MajalahCSR.id – Mengombinasikan tenaga surya dan mikroba menurut studi bisa menghasilkan protein sepuluh kali lebih banyak dibandingkan tanaman semisal kacang kedelai. Selain itu, prosesnya juga punya dampak sangat kecil bagi lingkungan dibanding peternakan dan pertanian saat ini. Mengutip The Guardian, hal tersebut sangat kontras mengingat pertanian terutama peternakan menghasilkan emisi gas yang demikian besar dan menggunakan sumber air yang massif sekaligus mencemarinya.
Kosep teknologi ini adalah menggunakan listrik tenaga surya dan karbon dioksida dari udara untuk menghasilkkan bahan bakar bagi mikroba di dalam wadah yang dipersiapkan lalu memprosesnya menjadi bubuk protein kering. Menurut ilmuwan, prosesnya membutuhkan sedikit sekali lahan, air, dan pupuk, bahkan bisa diterapkan di wilayah mana saja. Jadi tidak harus memerlukan kawasan yang berintensitas cahaya matahari tinggi dan tanah yang subur.
Keamanan pangan menjadi isu yang sangat penting dalam beberapa dekade ke depan. Populasi global yang terus melonjak, kepentingan sumber bahan bakar nabati yang juga bentrok dengan lahan pangan, dan sekitar 800 juta orang saat ini dalam kondisi kekurangan gizi. Terlebih, mengantisipasi krisis iklim makin sulit tanpa menghentikan emisi dari peternakan yang menghasilkan daging dan susu (yang masih dibutuhkan saat ini dalam volume besar).
Mikroba sebenarnya sudah biasa dimanfaatkan untuk produksi aneka pangan, seperti roti, yogurt, minuman alkohol, dan daging buatan (Quorn). Dorian Leger, dari Max Planck Institute of Molecular Plant Physiology, Jerman, mengatakan,”Kami pikir pangan dari mikroba ini sangat menjanjikan dan jadi salah satu kontributor yang potensial dan penting dalam penanganan krisis pangan di masa depan.”
Tim riset yang juga dikepalai Leger fokus membandingkan dengan produk kacang kedelai.
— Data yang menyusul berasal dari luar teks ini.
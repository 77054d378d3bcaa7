//! Tests for hosts in pairs (issue 19): satellites once inside the partner, and the field
//! dwarfs of the pair region with the fraction that have been inside either host.
//!
//! 1. **Once inside the partner.** Among each pair host's candidate satellites (the battery's
//!    selection, `tests.selection`), the fraction that were ever inside the partner's virial
//!    radius; the mean over hosts with a bootstrap interval, per grid cell (primaries and
//!    partners are cells of their own) and over every pair host.
//! 2. **Field dwarfs of the pair region.** Haloes inside the sphere of radius
//!    `environment.region_radius_kpc` about the pair's barycentre (of the two virial masses)
//!    and outside both virial radii, with the backsplash test's peak-mass window and
//!    distinct-halo rule (`tests.backsplash`), binned in shells of distance from the nearer
//!    host (nearer in kpc) in units of that host's R_vir (`tests.backsplash.shells_over_rvir`),
//!    plus the whole region. Each host contributes its own subhaloes (they are in its tree):
//!    those once inside either host (the host's backsplash flag, or once inside the partner)
//!    are backsplash haloes; the few tree haloes that were never inside either (released from
//!    a group before it fell in) are counted apart and not in the fraction. Haloes that never
//!    fell into either tree are expected numbers, as in the isolated test: the field model of
//!    `tests.backsplash`, here with both hosts,
//!    n(x) = n_bar [1 + b_field (b_A xi(r_A) + b_B xi(r_B))], integrated over the part of each
//!    shell inside the sphere and outside both R_vir. The region is split by which host is
//!    nearer and each host integrates its own half, so a pair counts its volume once. The
//!    integral is a fixed Gauss–Legendre quadrature in the pair's axisymmetric coordinates
//!    (distance r from the host and the cosine of the angle to the partner), with the
//!    partner's correlation term integrated in closed form over the angle through a
//!    tabulated integral of xi: deterministic, no random numbers. Per pair, the backsplash
//!    fraction N_bs / (N_bs + N_field) in each shell; the mean over pairs with a bootstrap
//!    interval. Linear theory undercounts the field near the hosts, so the fractions are
//!    upper limits.
//! 3. **Separations.** Today's and the smallest separation of each pair and the separation
//!    history (the figure), accumulated in fixed bins in the chunk pass (`PairGeometry`).

use std::collections::BTreeMap;

use super::backsplash::{BacksplashOptions, FieldCounter, FieldModel};
use super::catalog::{pair_value, Catalog};
use super::cells::{cell_code, split_cell};
use super::intervals::{spread, Binned, Spread};
use super::TestOptions;
use crate::linear::{CorrelationTable, LinearTheory};
use crate::massfunction::bias::halo_bias;
use crate::rng::{host_rng, HostId, Stream};

/// Per host of a pair, from its full rows (`region_counts`): per shell of
/// `tests.backsplash.shells_over_rvir`, then the whole region, the haloes of its tree in the
/// pair region outside both virial radii that were once inside either host (`backsplash`)
/// and that were never inside either (`never_inside`).
#[derive(Debug, Clone, Default, PartialEq)]
pub struct RegionCounts {
    pub backsplash: Vec<f64>,
    pub never_inside: Vec<f64>,
}

/// Whether host h of `cat` is a host of a pair.
pub fn is_pair_host(cat: &Catalog, h: usize) -> bool {
    cat.host_pair_separation_kpc
        .get(h)
        .is_some_and(|s| s.is_finite())
}

/// The shell (index into `shells_over_rvir`) of row i of pair host h counted among the field
/// dwarfs of the pair region, with whether it was once inside either host, or None when it
/// is not counted. `Some((None, once))`: inside the region but outside the shells.
pub fn region_shell(
    b: &BacksplashOptions,
    cat: &Catalog,
    h: usize,
    i: usize,
) -> Option<(Option<usize>, bool)> {
    let rv = cat.host_r_vir_kpc[h];
    let rv_p = pair_value(&cat.host_partner_r_vir_kpc, h);
    let region = pair_value(&cat.host_region_radius_kpc, h);
    let r = cat.r_kpc[i];
    let r_p = pair_value(&cat.r_partner_kpc, i);
    let r_b = pair_value(&cat.r_bary_kpc, i);
    let inside = cat.alive(i)
        && !cat.in_subhalo(i)
        && cat.m_peak_msun[i] >= b.m_peak_msun[0]
        && cat.m_peak_msun[i] <= b.m_peak_msun[1]
        && r_b <= region
        && r > rv
        && r_p > rv_p;
    if !inside {
        return None;
    }
    let x = if r <= r_p { r / rv } else { r_p / rv_p };
    let once = cat.backsplash[i] || cat.once_in_partner.get(i).copied().unwrap_or(false);
    Some((b.shell_of(x), once))
}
Hal ini karena komoditas ini lekat dengan kerusakkan hutan dan bahan utama pakan hewan. “Bakteri sangat fleksibel. Mereka bisa dijadikan beragam produk pangan,” ucap Leger.
Sebuah riset ilmiah yang dipublikasikan di jurnal “Proceedings of the National Academy of Sciences of the United States of America”, adalah yang pertama membandingkan sisi kualitatif penggunaan efisiensi energi antara pertanian tradisional dengan sistem produksi mikroba yang bertenaga surya.
Para periset memakai data pada teknologi terkini untuk menghitung efisiensi dari tiap langkah tahapan, termasuk pengambilan CO2 dari udara dan memproses mikroba ke dalam pangan konsumsi. Mereka menemukan fakta sistem produksi pangan mikroba hanya membutuhkan 1% air dari pertanian konvensional dan sedikit pupuk. Pertanian konvensional membutuhkan sumber daya yang besar dan parahnya lebih banyak yang terbuang daripada yang termanfaatkan.
Para analisis memperkirakan proses “solar-microbial” dapat memproduksi 15 ton protein per hektar per tahun, yang bisa mencukupi pangan bagi 520 orang. Perkiraan ini bahkan disebutkan sangat minimal. Sebagai perbandingan, dari luas lahan yang sama, kedelai mampu menghasilkan 1,1 ton protein saja yang memenuhi pangan bagi 40 orang. Bahkan di wilayah yang paparan sinar mataharinya kurang seperti di Inggris, produksi protein mikroba ini sekurang-kurangnya 5 kali lebih banyak per hektar daripada pertanian pada umumnya.